Lennie estaba terminando de hacer su cama. El cerrojo de madera se alzó otra vez y la puerta se abrió. Un hombrecillo recio apareció por la puerta. Vestía pantalones azules de grueso algodón, camisa de franela, chaleco negro desabrochado y abrigo también negro. Tenía los pulgares metidos bajo el cinturón, uno a cada lado de una cuadrada hebilla de acero. En la cabeza llevaba un sucio Stetson pardo, y calzaba botas de tacón alto con espuelas para demostrar que no era un mero trabajador.

El viejo de la escoba lo miró rápidamente luego se dirigió, arrastrando los pies, hacia la puerta, mientras con los nudillos se frotaba las patillas.

—Acaban de llegar estos dos —afirmó, y arrastrando los pies pasó junto al patrón y salió por la puerta.

El patrón entró en la estancia con los pasos breves, rápidos, del hombre de piernas cortas.

—Escribí a Murray y Ready que necesitaba dos hombres para esta mañana. ¿Tenéis las tarjetas de empleo?

George metió la mano en el bolsillo, sacó las tarjetas y las entregó al patrón.

—Murray y Ready —prosiguió el patrón— no tienen la culpa. Aquí dicen bien claro que tenían que venir a trabajar esta mañana.

George se miró los pies.

—El conductor del autobús nos jugó una mala pasada —explicó—. Tuvimos que caminar diez millas. Dijo que ya estábamos junto al racho, y no era así. No pudimos encontrar quien nos trajera esta mañana.

El patrón entrecerró los ojos.

—Bueno, tuve que mandar las cuadrillas con dos hombres menos. De nada vale que vayáis ahora; hay que esperar la comida.

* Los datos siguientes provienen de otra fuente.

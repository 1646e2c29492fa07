import { columnIndex, type TextTable } from "../data/csv.ts";
import type { Occasion } from "../data/occasion.ts";
import { InputError } from "../errors.ts";
import type { CaptureResult } from "./capture-result.ts";
import { countsFrom, type History, stratumLabel, tallyFrom } from "./histories.ts";
import { cellError, countCell } from "./numbers.ts";
import type { ZeroOneCaptures } from "./options.ts";
import { namedOccasions, undatedIntervals } from "./own-occasions.ts";

/**
 * A row per animal (or group of animals with one history), a 0 or 1 per occasion. An animal whose lost column holds
 * one of the lost values was lost at its last capture.
 * Throws `study.not-zero-one`, `study.never-caught`, `study.animal-repeated`, `study.animal-missing`,
 * `study.stratum-missing`, `study.not-a-count`, `study.occasion-columns`, `study.lengths`.
 */
export function readZeroOne(
  options: ZeroOneCaptures,
  table: TextTable,
  dated: readonly Occasion[] | undefined,
): CaptureResult {
  const animal = columnIndex(table, options.animal, "captures.animal");
  const number = options.number === undefined ? -1 : columnIndex(table, options.number, "captures.number");
  const strata = options.strata.map((name) => columnIndex(table, name, "captures.strata"));
  const fate = options.lost === undefined ? -1 : columnIndex(table, options.lost.column, "captures.lost");
  const rest = table.header.filter((_, i) => ![animal, number, fate, ...strata].includes(i));
  const names = options.columns ?? dated?.map((one) => one.name) ?? rest;
  const columns = names.map((name) => columnIndex(table, name, "captures.columns"));
  const occasions = dated ?? namedOccasions(names);
  if (columns.length !== occasions.length || columns.length < 2)
    throw new InputError({
      name: "study.occasion-columns",
      expected: dated === undefined ? "at least 2 occasion columns" : `${dated.length} occasion columns`,
      found: `${columns.length}: ${names.join(", ")}`,
      where: { file: options.file, line: 1, cell: "captures.columns" },
      remedy: "name one column for each occasion, in order of time",
    });
  const lines = new Map<string, number>();
  const histories = table.rows.map(({ cells, line }, row): History => {
    const mark = cells[animal];
    const before = lines.get(mark);
    if (mark === "" || before !== undefined)
      throw cellError(table, row, animal, {
        name: mark === "" ? "study.animal-missing" : "study.animal-repeated",
        expected: mark === "" ? "the animal's mark" : `each animal in one row (see line ${before})`,
        remedy: mark === "" ? "write the mark" : "join the two rows, or mend the mark",
      });
    lines.set(mark, line);
    const seen = columns.flatMap((column, t) => {
      if (cells[column] === "0") return [];
      if (cells[column] === "1") return [t];
      throw cellError(table, row, column, {
        name: "study.not-zero-one",
        expected: "1 (caught) or 0 (not caught)",
        remedy: "write 0 or 1; for an animal that was lost, use captures.lost",
      });
    });
    if (seen.length === 0)
      throw cellError(table, row, animal, {
        name: "study.never-caught",
        expected: "an animal caught at least once",
        remedy: "take the row out: an animal that was never caught tells nothing",
      });
    const values = strata.map((column, i) => {
      if (cells[column] !== "") return cells[column];
      throw cellError(table, row, column, {
        name: "study.stratum-missing",
        expected: `a value of ${options.strata[i]} for each animal`,
        remedy:
          "fill the cell, with a word such as `unknown` if need be, or leave the column out of captures.strata",
      });
    });
    return {
      stratum: stratumLabel(options.strata, values),
      seen,
      lost: fate >= 0 && (options.lost?.values.includes(cells[fate]) ?? false),
      number: number < 0 ? 1 : countCell(table, row, number),
    };
  });
  return {
    histories,
    counts: countsFrom(histories, occasions.length),
    occasions,
    intervals: dated === undefined ? undatedIntervals(occasions, options.lengths) : undefined,
    findings: [],
    animals: histories.reduce((sum, one) => sum + one.number, 0),
    captures: histories.reduce((sum, one) => sum + one.number * one.seen.length, 0),
    perOccasion: tallyFrom(histories, occasions),
  };
}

Sacó del bolsillo la libreta en que apuntaba las horas de trabajo y la abrió por donde había un lápiz metido entre las hojas. George miró significativamente, con el ceño fruncido, a Lennie y Lennie asintió con la cabeza para indicar que comprendía. El patrón humedeció con la lengua la punta de lápiz.

—¿Cómo te llamas?

—George Milton.

—¿Y tú?

—Se llama Lennie Small —dijo George.

Los nombres quedaron inscritos en la libreta.

—Vamos a ver; hoy es veinte, el veinte a mediodía… —dijo cerrando la libreta—. ¿Dónde habéis estado trabajando últimamente?

—Cerca de Weed —respondió George.

—¿Tú también? —preguntó a Lennie.

—Sí, él también —se adelantó George.

El patrón apuntó con un dedo juguetón hacia Lennie.

—¿No es muy hablador, eh?

—No, no mucho, pero la verdad es que sirve para trabajar. Fuerte como un toro.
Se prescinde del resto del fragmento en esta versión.